Saturday, August 7, 2021

I did something rather pointless until Andy talked some sense into me. Yes, Andy.

I found Laurie H and I contacted her. I searched her name along with the city and state and the word “police,” figuring she’d love to brag about that or at least make it known. I found an account belonging to what I think is her. She was listed as working at the PD from 1987 to 2003 when she retired. She’s married with two kids and is from Greenfield. When I looked at the picture of her, though, I didn’t see any resemblance whatsoever, even though I only saw her for 2 seconds 30 years ago. She’s now 60 years old and looks pitiful. Also, I don’t see her maiden name mentioned anywhere. In italics is the message I sent her. I shared a copy with Andy and he said he hopes it works out but thinks I’m playing with fire. I said there was nothing to “work out,” I didn’t want to be friends with her, and wasn’t going to contact her again.

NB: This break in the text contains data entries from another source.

/**
 * Gauss–Legendre quadrature of stated order.
 *
 * An n-point rule integrates polynomials of degree ≤ 2n − 1 exactly (Abramowitz & Stegun,
 * "Handbook of Mathematical Functions", §25.4.29). Nodes are the roots of the Legendre
 * polynomial P_n, found by Newton's method on the three-term recurrence
 * (k+1) P_{k+1} = (2k+1) t P_k − k P_{k−1}, started from the Tricomi estimate
 * cos(π (i − ¼)/(n + ½)) and iterated until the step is below 1e-15; weights are
 * w_i = 2 / ((1 − t_i²) P_n′(t_i)²).
 */

/** Nodes and weights of a quadrature rule on an interval. */
export interface QuadratureRule {
  /** Abscissae, increasing. */
  nodes: Float64Array
  /** Weights, same length as `nodes`. */
  weights: Float64Array
}

/** Largest order accepted; far beyond any bin integration the engine needs. */
export const MAX_GAUSS_LEGENDRE_ORDER = 512

const cache = new Map<number, QuadratureRule>()

/**
 * The n-point Gauss–Legendre rule on [−1, 1] (dimensionless), nodes increasing.
 * Domain: integer n in [1, 512], else RangeError. Nodes are accurate to ~1e-15 and the weights
 * sum to 2 within 1e-14 (tested up to n = 200). Results are cached and returned as fresh copies.
 * @example gaussLegendre(2).nodes // [−1/√3, 1/√3]
 */
export function gaussLegendre(n: number): QuadratureRule {
  if (!Number.isInteger(n) || n < 1 || n > MAX_GAUSS_LEGENDRE_ORDER) {
    throw new RangeError(`Gauss–Legendre order must be an integer from 1 to ${MAX_GAUSS_LEGENDRE_ORDER}; got ${n}`)
  }
  let rule = cache.get(n)
  if (rule === undefined) {
    rule = computeRule(n)
    cache.set(n, rule)
  }
  return { nodes: rule.nodes.slice(), weights: rule.weights.slice() }
}

/** P_n(t) and P_n′(t) by the three-term recurrence (|t| < 1). */
function legendre(n: number, t: number): { p: number, dp: number } {
  let p0 = 1
  let p1 = t
  for (let k = 1; k < n; k++) {
    const p2 = ((2 * k + 1) * t * p1 - k * p0) / (k + 1)
    p0 = p1
    p1 = p2
  }
  return { p: p1, dp: n * (t * p1 - p0) / (t * t - 1) }
}

function computeRule(n: number): QuadratureRule {
  const nodes = new Float64Array(n)
  const weights = new Float64Array(n)
  const half = Math.floor((n + 1) / 2)
  for (let i = 0; i < half; i++) {
    // Roots come in ± pairs; find the positive one (largest first), mirror it.
    let t = Math.cos(Math.PI * (i + 0.75) / (n + 0.5))
    for (let iteration = 0; iteration < 100; iteration++) {
      const { p, dp } = legendre(n, t)
      const step = p / dp
      t -= step
      if (Math.abs(step) <= 1e-15) break
    }
    if (n % 2 === 1 && i === half - 1) t = 0
    const { dp } = legendre(n, t)
    const w = 2 / ((1 - t * t) * dp * dp)
    nodes[n - 1 - i] = t
    nodes[i] = t === 0 ? 0 : -t
    weights[n - 1 - i] = w
    weights[i] = w
  }
  return { nodes, weights }
}

/**
 * The n-point Gauss–Legendre rule mapped onto [a, b] (any unit; weights carry the unit of b − a).
 * Domain: finite a < b, n as in {@link gaussLegendre}; else RangeError.
 * @example gaussLegendreOn(3, 0, 2).weights // sums to 2
 */
export function gaussLegendreOn(n: number, a: number, b: number): QuadratureRule {
  if (!Number.isFinite(a) || !Number.isFinite(b) || !(a < b)) {
    throw new RangeError(`integration range must be finite with lower < upper; got [${a}, ${b}]`)
  }
  const base = gaussLegendre(n)
  const half = 0.5 * (b - a)
  const mid = 0.5 * (a + b)
  const nodes = new Float64Array(n)
  const weights = new Float64Array(n)
  for (let i = 0; i < n; i++) {
    nodes[i] = mid + half * base.nodes[i]!
    weights[i] = half * base.weights[i]!
  }
  return { nodes, weights }
}

/**
 * ∫_a^b f(t) dt by the n-point Gauss–Legendre rule (unit: unit of f times unit of t).
 * Exact for polynomials of degree ≤ 2n − 1; for smooth f the error falls faster than any power
 * of 1/n. Domain as in {@link gaussLegendreOn}.
 * @example integrateGaussLegendre(t => t ** 3, 0, 1, 2) // 0.25 (exact: degree 3 ≤ 2·2 − 1)
 */
export function integrateGaussLegendre(f: (t: number) => number, a: number, b: number, n: number): number {
  const { nodes, weights } = gaussLegendreOn(n, a, b)
  let sum = 0
  for (let i = 0; i < n; i++) sum += weights[i]! * f(nodes[i]!)
  return sum
}
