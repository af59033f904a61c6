/**
 * The Sheaf physics engine: error sets, parametrised inputs and fits, LO evolution, LO kernels
 * and studies, uncertainty prescriptions. Pure TypeScript (no Vue, no Nitro, no I/O), shared by
 * the worker, the server routes and the command line. Each group below is a folder with its own
 * index; import from here, or from a folder's index for a narrower dependency. Every name is
 * defined in one module only.
 */

// Core: data types, physical constants (PDG 2024), Gauss–Legendre quadrature, JSON paths in
// messages
export * from './types'
export * from './constants'
export * from './quadrature'
export * from './json-path'

// Sets & interpolation: the set-file format, its parser and writer, TOY sets; (ln x, ln Q²)
// interpolation of member grids
export * from './sets'
export * from './interpolation'

// Inputs & fits: parametrised input documents, models and sum rules; Hessian members and
// replicas from a parameter covariance
export * from './input'
export * from './fit'

// Evolution: one-loop α_s through thresholds; LO DGLAP in x space and Mellin space; error sets
// built from a fit
export * from './alphas'
export * from './evolution'

// Kernels & studies: LO partonic kernels, the study specification, precomputed plans, direct
// evaluation, scale variation and the evaluation benchmark
export * from './kernels'
export * from './study'

// Uncertainties: every prescription on member-value matrices, covariances, combinations of
// sets, χ² against data
export * from './uncertainty'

He said it’s never good to admit to a crime even if it was a long time ago. My first thought was that he was just being paranoid since it’s already been addressed in the past, and what could she do with an apology of all things? What I did in the 90s was illegal but how is my message illegal?

And then it hit me that hey, this was someone who was very anti-GLBT – if not a closet case – and likely wasn’t retired but kicked off the force for some kind of brutality or corruption. She would have only been in her early forties in 2003. Why would she retire then and go into office management? Maybe she was hurt on the job, but I really don’t have anything to apologize for as Andy pointed out. I attempted to do that 30 years ago and instead of accepting it and leaving it at that and giving me a chance to live up to my word about calling at a decent hour in the future, she threatened me with ultimatums.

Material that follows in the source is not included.